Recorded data
▼

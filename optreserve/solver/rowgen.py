"""Solving nodal cases by row generation: flow rows only where they matter.

Loop (docs/formulation.md, "Nodal networks"):
  1. build the area-level model (settled, headroom, own-area reserve, nadir rows: the case
     with its areas and units, no link rows) plus the per-bus aggregates and the flow rows
     of the active set (empty at first), and solve (warm: the previous solution is the start);
  2. recompute every monitored flow after every event independently from the allocation
     (verify/settle.py for the settled points, verify/nodal.py for the sparse DC flows);
  3. add rows for every (event, element, direction) whose flow is over its limit or within
     ROWGEN_MARGIN of it and has no row yet;
  4. stop when no monitored flow exceeds its limit by more than the verification tolerance
     and, with dead bands, the allocation has stopped changing (then the rows' dead-band
     factors, taken at the previous pass's exact settled deviations, describe it).
Every pass solves a relaxation of the full problem, so the objective only rises; the loop
ends after at most one pass per (event, element, direction) added, in practice a few passes.
"""

from __future__ import annotations

import time

import numpy as np
import pandas as pd

from optreserve import progress
from optreserve.case.data import Case
from optreserve.case.nodal import area_equivalent, area_level
from optreserve.errors import InfeasibleError, SolverError, VerificationError
from optreserve.model.build import build_model
from optreserve.model.horizon import prepare
from optreserve.model.nodal_flows import NodalFlowRows
from optreserve.solver.backends import solve_program
from optreserve.solver.nadir_loop import _nadir_round, _nadir_state
from optreserve.solver.prices import _attach_prices
from optreserve.solver.readback import AGREE_MW, _make_result, exact_points
from optreserve.verify.nodal import interchange, monitored, nodal_flows_after

# Rows are added for flows above (1 - ROWGEN_MARGIN) of their limit: the nearly binding
# ones join with the violated, which saves passes at a few rows' cost.
ROWGEN_MARGIN = 0.02
# A flow counts as violated above limit + this (same tolerance as the final verification:
# 1e-3 MW per 100 MW of limit, at least 1e-3 MW).
def _tolerance(limit_mw: np.ndarray) -> np.ndarray:
    return 1e-3 * np.maximum(1.0, limit_mw / 100.0)


ROWGEN_MAX_PASSES = 60
# Dead bands: the allocation counts as unchanged when no gain moves by more than this.
SAME_GAIN_MW_PER_HZ = 1e-6


def solve_nodal(case: Case, engine: str = "auto", time_limit: float | None = None,
                mip_gap: float | None = None, relax: bool = False, verbose: bool = False,
                extend=None, hz=None):
    """solve() for a case with buses.csv; the same Result, with links.csv over the monitored
    links and interface rows, and interchange.csv between areas."""
    t_start = time.perf_counter()
    time_limit = time_limit if time_limit is not None else case.solver.time_limit_s
    mip_gap = mip_gap if mip_gap is not None else case.solver.mip_gap
    opts = {"time_limit": time_limit, "mip_gap": mip_gap, "verbose": verbose}
    area_case = area_level(case)
    t0 = time.perf_counter()
    hz = prepare(area_case) if hz is None else hz
    rows = NodalFlowRows(case, hz)
    t_build = time.perf_counter() - t0
    t_solve = 0.0
    M, n_mon = len(hz.dP), rows.n_mon
    active = np.zeros((M, n_mon, 2), dtype=bool)  # [..., 0] upper, [..., 1] lower
    live = hz.dP > 0
    x_hat = None
    prev = None
    last_new: list = []  # (instance, element) of the flow rows the last pass added
    nadir = _nadir_state(case)
    passes = 0
    while True:
        passes += 1
        t0 = time.perf_counter()
        progress.step(f"building the model (flow-row pass {passes})")
        lp, info = build_model(area_case, x_hat=x_hat, relax=relax, hz=hz,
                               nadir_scale=nadir["guide"])
        m, k, d = np.nonzero(active)
        rows.add(lp, info, lp.var_blocks["K"], (m, k, np.where(d == 0, 1.0, -1.0)))
        info.nodal_rows = rows  # for the event prices (solver/prices.py)
        if extend is not None:
            extend(lp, info)
        t_build += time.perf_counter() - t0
        if time_limit is not None:
            opts["time_limit"] = max(time_limit - (time.perf_counter() - t_start), 0.01)
        start = prev[2].x if prev is not None and prev[0].n_cols == lp.n_cols else None
        out = solve_program(lp, engine=engine, want_duals=not lp.is_mip, start=start, **opts)
        t_build += out.emit_time_s
        t_solve += out.solve_time_s
        if out.status == "infeasible":
            if prev is None:
                from optreserve.solver.diagnose import diagnose

                raise diagnose(area_case, hz, extend)
            raise InfeasibleError(
                f"no allocation keeps every monitored flow within its limit ({int(active.sum())}"
                " flow rows active): the network limits cannot be met with the units' "
                "headroom and droop bands", [f"{rows.net.monitor_ids[k]} after event "
                                            f"{hz.inst_name[m]}: flow rows added last"
                                            for m, k in last_new[:10]])
        if out.x is None:
            raise SolverError(f"HiGHS stopped without a usable allocation ({out.status}: "
                              f"{out.message})")
        progress.step("recomputing settled points and flows independently")
        points = exact_points(info, lp, out.x)
        flows = nodal_flows_after(case, points.deviation_hz, points.response_mw,
                                  hz.sigma * hz.dP, hz.inst_event)
        mon = monitored(case, flows)  # (M, K)
        lim = rows.Fmax[None, :]
        over = live[:, None] & (np.abs(mon) > lim + _tolerance(lim))
        near = live[:, None] & (np.abs(mon) > lim * (1 - ROWGEN_MARGIN))
        new = np.stack([near & (mon > 0), near & (mon < 0)], axis=2) & ~active
        exact = np.abs(points.deviation_hz)
        K_now = lp.value(out.x, "K")
        moved = prev is None or np.abs(K_now - prev[3]).max(initial=0) > SAME_GAIN_MW_PER_HZ
        dead_bands = bool((hz.d_hz[hz.capable_b.any(axis=0)] > 0).any())
        prev = (lp, info, out, K_now)
        if not over.any() and (not dead_bands or not moved or active.sum() == 0):
            # the simulated nadir check of solve(), on the area-level view (one frequency
            # per area, inertia summed per area); a tightened nadir row means another pass
            if not _nadir_round(area_equivalent(case), info, lp, out, nadir):
                break
            continue
        if passes >= ROWGEN_MAX_PASSES:
            if over.any():
                raise VerificationError(
                    f"flow rows did not converge in {ROWGEN_MAX_PASSES} passes: worst excess "
                    f"{(np.abs(mon) - lim).max():.4f} MW")
            break
        # a flow over its limit whose row exists already can only come from the dead-band
        # factors of the guess: the new guess below moves them
        last_new = sorted({(int(a), int(b)) for a, b, _ in zip(*np.nonzero(new))})
        active |= new
        if dead_bands:
            x_hat = np.where(live & np.isfinite(exact), exact, info.x_hat)

    # the area-level readback checks the settled points; the flows are checked here
    info.x_hat = np.where(live, np.abs(points.deviation_hz), info.x_hat)
    m, k, _ = np.nonzero(active)
    if len(m):
        pred = rows.predicted(lp, info, out.x, m, k)
        dis = float(np.abs(pred - mon[m, k]).max())
    else:
        dis = 0.0
    if dis > AGREE_MW:
        raise VerificationError(f"independent recalculation disagrees with the optimiser's "
                                f"flow rows by {dis:.3f} MW (allowed {AGREE_MW} MW)")
    result = _make_result(area_case, lp, info, out, relax, points)
    result.case = case
    result.verification["max_flow_disagreement_mw"] = dis
    result.links = links_table(case, hz, flows, result.events["event"].to_numpy(object))
    result.extra_files["interchange.csv"] = interchange_table(
        case, hz, flows, result.events["event"].to_numpy(object))
    result.solver_warnings = [w for w in out.warnings if "small costs" not in w]
    result.iterations = passes
    result.nadir_check = {k: nadir[k] for k in ("checked", "rounds", "worst_hz", "confirmed",
                                                 "cuts", "relaxed", "loosened")}
    if nadir["confirmed"] is False:  # the last candidate simulated dips past the limit
        result.status = "nadir_unconfirmed"
    result.verification["flow_row_passes"] = passes
    result.verification["flow_rows"] = int(active.sum())
    t_price = _attach_prices(result, lp, info, out)
    t_build += t_price[0]
    t_solve += t_price[1]
    result.timings_s.update(read=case.read_time_s, build=t_build, solve=t_solve, write=0.0,
                            total=time.perf_counter() - t_start + case.read_time_s)
    return result


def links_table(case: Case, hz, flows: np.ndarray, event_ids) -> pd.DataFrame:
    """links.csv of a nodal case: every monitored link and interface per event."""
    net = case.nodal
    M = flows.shape[0]
    K = len(net.monitor_limit_mw)
    before = net.monitor @ case.links["flow_mw"].to_numpy(float)
    after = monitored(case, flows)
    tie_link = case.links["tie"].to_numpy(bool)
    # an interface counts as a tie when any of its branches is one
    tie = (abs(net.monitor) @ tie_link.astype(float)) > 0
    lim = net.monitor_limit_mw
    return pd.DataFrame({
        "link": np.tile(net.monitor_ids, M),
        "event": np.repeat(np.asarray(event_ids, dtype=object), K),
        "flow_before_mw": np.tile(before, M),
        "flow_after_mw": after.reshape(-1),
        "limit_mw": np.tile(lim, M),
        "loading_pct": (np.abs(after) / lim[None, :] * 100.0).reshape(-1),
        "tie": np.tile(tie, M),
        "interface": np.tile(~net.monitor_is_link, M),
    })


def interchange_table(case: Case, hz, flows: np.ndarray, event_ids) -> pd.DataFrame:
    """interchange.csv: per area pair with a tie and per event, net flow before and after."""
    before = case.links["flow_mw"].to_numpy(float)[None, :]
    pairs, f0 = interchange(case, before)
    _, f1 = interchange(case, flows)
    ids = case.areas["area"].to_numpy(object)
    P, M = len(pairs), flows.shape[0]
    return pd.DataFrame({
        "from_area": np.tile(np.array([ids[i] for i, _ in pairs], dtype=object), M),
        "to_area": np.tile(np.array([ids[j] for _, j in pairs], dtype=object), M),
        "event": np.repeat(np.asarray(event_ids, dtype=object), P),
        "net_flow_before_mw": np.tile(f0[0], M),
        "net_flow_after_mw": f1.reshape(-1),
    })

▲

◆ What to produce
Show the lines of the records that include the string "tile".

◆ Answer box
        "link": np.tile(net.monitor_ids, M),
        "flow_before_mw": np.tile(before, M),
        "limit_mw": np.tile(lim, M),
        "tie": np.tile(tie, M),
        "interface": np.tile(~net.monitor_is_link, M),
        "from_area": np.tile(np.array([ids[i] for i, _ in pairs], dtype=object), M),
        "to_area": np.tile(np.array([ids[j] for _, j in pairs], dtype=object), M),
        "net_flow_before_mw": np.tile(f0[0], M),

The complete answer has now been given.